Sometimes I feel like I’m the only one who’s not on the keto diet and that makes me so happy.
*drops trash in front of roomba* eat, little one. save your strength. we ride at dawn
Her : You hang up first.
Me : *click*
I taught my youngest niece and nephew to say “Mommy steals credit cards” when they’re in a checkout line.
Medusa: ok so I’ve decided I want bangs
hair stylist: *visibly pales
Pastor: discipline your children as God disciplines his.
Me: so kick them out for eating an apple?
Pastor: no
Me: rain down frogs?
Pastor: what the?
Me: plague them with locusts?
Pastor: NO
Me: I gotta say Padre, it kinda feels like I’m running out of options here.
[first person to dance] what’s happening to my extremities
i couldn’t tell you, officer, they were wearing masks, they could have been any group of armed anthropomorphic turtles
My boss waters the fake plant outside my office and I let him continue doing it because it makes me laugh every single time
My niece is pregnant and the fetus already has business cards as a freelance media consultant.
I want that job where I push scared skydivers out of planes.
Chemistry teacher: Did you know that protons have mass?
Me: I didn’t ever know they were catholic
Teacher: 😐😐😐
Me: a calm, methodical Navy SEAL when I clog my own toilet
Also me: a terrified, incapable, frozen idiot when I clog yours
My 6yr old keeps dropping her popsicle on the floor and I rinse it off and she gets mad that the water made it a bit smaller and then she drops it on the floor and I rinse it off and she gets mad that the water made it a bit smaller and then she drops it on the floor and I…
Nothing wakes you up faster than a 5 y/o kicking open your door like SWAT and jumping on you in bed.
Ways to look busy:
1. Turn up later than everyone else but rush into the office looking annoyed
2. Act like spending half an hour in the toilet has annoyed you
3. Rush around with an open laptop looking annoyed
4. Get annoyed at a printer
5. Just generally look annoyed
Walruses? Walri? Walrus?
Anyway…They’ve escaped.
HER: NNNNNNNN
ME: [gently rolling her onto her side]
HER: ZZZZZZZZ
Twitter because there’s no other way to get to know so many Canadians at once
[sits backwards in chair so i look cool]
date: you’re gonna miss the movie
A nice looking girl waved at me earlier today but there was no way I was swimming out that far to save her.

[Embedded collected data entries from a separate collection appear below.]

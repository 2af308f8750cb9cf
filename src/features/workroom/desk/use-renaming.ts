import { useState } from 'react';
import { cleanName, explain, explainAt, type Fault } from '@/engine';
import { renamedWords } from '@/features/projects/rename';
import type { DeskStore } from './desk-store';

export interface Renaming {
  /** What is typed so far; null while the name stands as it is. */
  readonly typed: string | null;
  readonly trouble: string | null;
  begin(): void;
  type(name: string): void;
  take(): void;
  leave(): void;
}

/** The name of a measure as it is typed anew. The focus goes back to the name, wherever it stands then. */
export function useRenaming(
  store: DeskStore,
  name: string,
  onRenamed: (name: string, words: string) => void,
): Renaming {
  const [typed, setTyped] = useState<string | null>(null);
  const [trouble, setTrouble] = useState<string | null>(null);
  const close = (called: string) => {
    setTyped(null);
    setTrouble(null);
    requestAnimationFrame(() =>
      document.querySelector<HTMLElement>(`[data-place="name:${CSS.escape(called)}"]`)?.focus(),
    );
  };
  return {
    typed,
    trouble,
    begin() {
      store.select(name);
      setTyped(name);
    },
    type(next) {
      setTyped(next);
      setTrouble(null);
    },
    take() {
      const to = cleanName(typed ?? name);
      if (to === name) return close(name);
      const renamed = store.rename({ what: 'measure', from: name, to });
      if (!renamed.ok) return setTrouble(renamed.faults.slice(0, 1).map(sentence).join(''));
      onRenamed(to, renamedWords(renamed.value));
      close(to);
    },
    leave: () => close(name),
  };
}

/** A formula that does not read is said with its place: it stands elsewhere. */
const sentence = (fault: Fault): string => (fault.code.startsWith('formula') ? explainAt(fault) : explain(fault));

An OnlyFans but for bedtime stories.
When I say the word ‘laboratory’ I quietly say it like a mad scientist in my head: la-bore-ra-tori
*first day as a detective*
Partner: Three sets of prints, but only one body
Me: *nods* Yes. That means there’s *counts on fingers* more people that aren’t dead
WAITERS: alright, what are we thinking for starters?
ME: well, charmander is usually my go-to but squirtle is good as well
Insomnia is just your brain’s way of telling you it’s secretly a squirrel with ADHD.
I like to pack a healthy lunch for work so that by 3 p.m. I’m ready to do unspeakable things for a piece of chocolate.